Information shown |

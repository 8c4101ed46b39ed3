import "server-only";
import { sql } from "drizzle-orm";
import { getDb, getReadDb, type Db, type Tx } from "../client";
import { reports } from "../schema";
import { columnsOfRow, PACKED_COLUMNS, recordsOfRow, type PackedText } from "./report-inputs";
import type { Results } from "@/lib/results/compute";
import type { METHOD_NOTES } from "@/lib/results/methods";
import type { InputColumns, InputRecord, ReportChanges } from "@/lib/results/records";
import { taxaMeta } from "./results";
import type { Sensitivity } from "@/lib/domain";
import { publicResults, type PublicPolicy } from "@/lib/results/public";
import type { DwcDataset, DwcSession } from "@/lib/results/dwc";
import type { DataLicense } from "@/lib/results/licenses";
import type { ReportBesideEarlier } from "@/lib/results/compare-events";

export type ReportRow = {
  id: string;
  eventId: string;
  version: number;
  publishedAt: Date;
  publishedBy: string;
  engineVersion: string;
  inputHash: string;
  results: Results;
  methodNotes: typeof METHOD_NOTES;
  changes: ReportChanges | Record<string, never>;
  note?: string;
  /** Beside an earlier event of the site, frozen at publishing; null without one. */
  besideEarlier?: ReportBesideEarlier | null;
};

export type ReportSummary = Pick<ReportRow, "id" | "version" | "publishedAt" | "inputHash" | "changes"> & {
  superseded: boolean;
  publisherName: string | null;
  withdrawnAt: Date | null;
  withdrawReason: string | null;
};

/** A withdrawn version: when, by whom (their name for the organisers' list only) and why. */
export type Withdrawal = { withdrawnAt: Date; reason: string };

/**
 * Runs `work` in one transaction under the event's report lock, so that two publishes
 * of one event never compute the same version and every read sees one snapshot.
 */
export async function inReportTransaction<T>(eventId: string, work: (tx: Tx) => Promise<T>): Promise<T> {
  return getDb().transaction(async (tx) => {
    await tx.execute(sql`SELECT pg_advisory_xact_lock(hashtext('report:' || ${eventId}))`);
    // Reading every input record of a large event sorts and hashes hundreds of thousands of rows:
    // room to do it in memory, and no JIT compilation (it cost about a second for a query run once).
    await tx.execute(sql`SELECT set_config('work_mem', '128MB', true), set_config('jit', 'off', true)`);
    return work(tx);
  });
}

/** The newest version's number, input records (column by column) and results, for the next version's changes. */
export async function latestReportInputs(
  eventId: string,
  tx: Tx,
): Promise<{ version: number; inputs: InputColumns; results: Results } | null> {
  // The newest version picked first: the packed columns are then read out of one row, not every version's.
  const [prev] = (
    await tx.execute<{ version: number; results: Results } & PackedText>(sql`
    SELECT r.version, r.results, ${PACKED_COLUMNS}
    FROM (SELECT id, version, results FROM reports WHERE event_id = ${eventId} ORDER BY version DESC LIMIT 1) r
    JOIN report_inputs i ON i.report_id = r.id`)
  ).rows;
  return prev ? { version: prev.version, results: prev.results, inputs: columnsOfRow(prev) } : null;
}

export type NewReport = Omit<ReportRow, "publishedAt">;

/**
 * Stores a report whose input records this transaction has already written under the same id
 * (report_inputs: db/queries/report-inputs.ts); the report row references them.
 */
export async function insertReport(report: NewReport, tx: Tx): Promise<string> {
  const [row] = await tx.insert(reports).values(report).returning({ id: reports.id });
  return row!.id;
}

What is being asked | In the records above, find each line holding "columnsOfRow" and copy it.

Response to the exercise |
import { columnsOfRow, PACKED_COLUMNS, recordsOfRow, type PackedText } from "./report-inputs";
  return prev ? { version: prev.version, results: prev.results, inputs: columnsOfRow(prev) } : null;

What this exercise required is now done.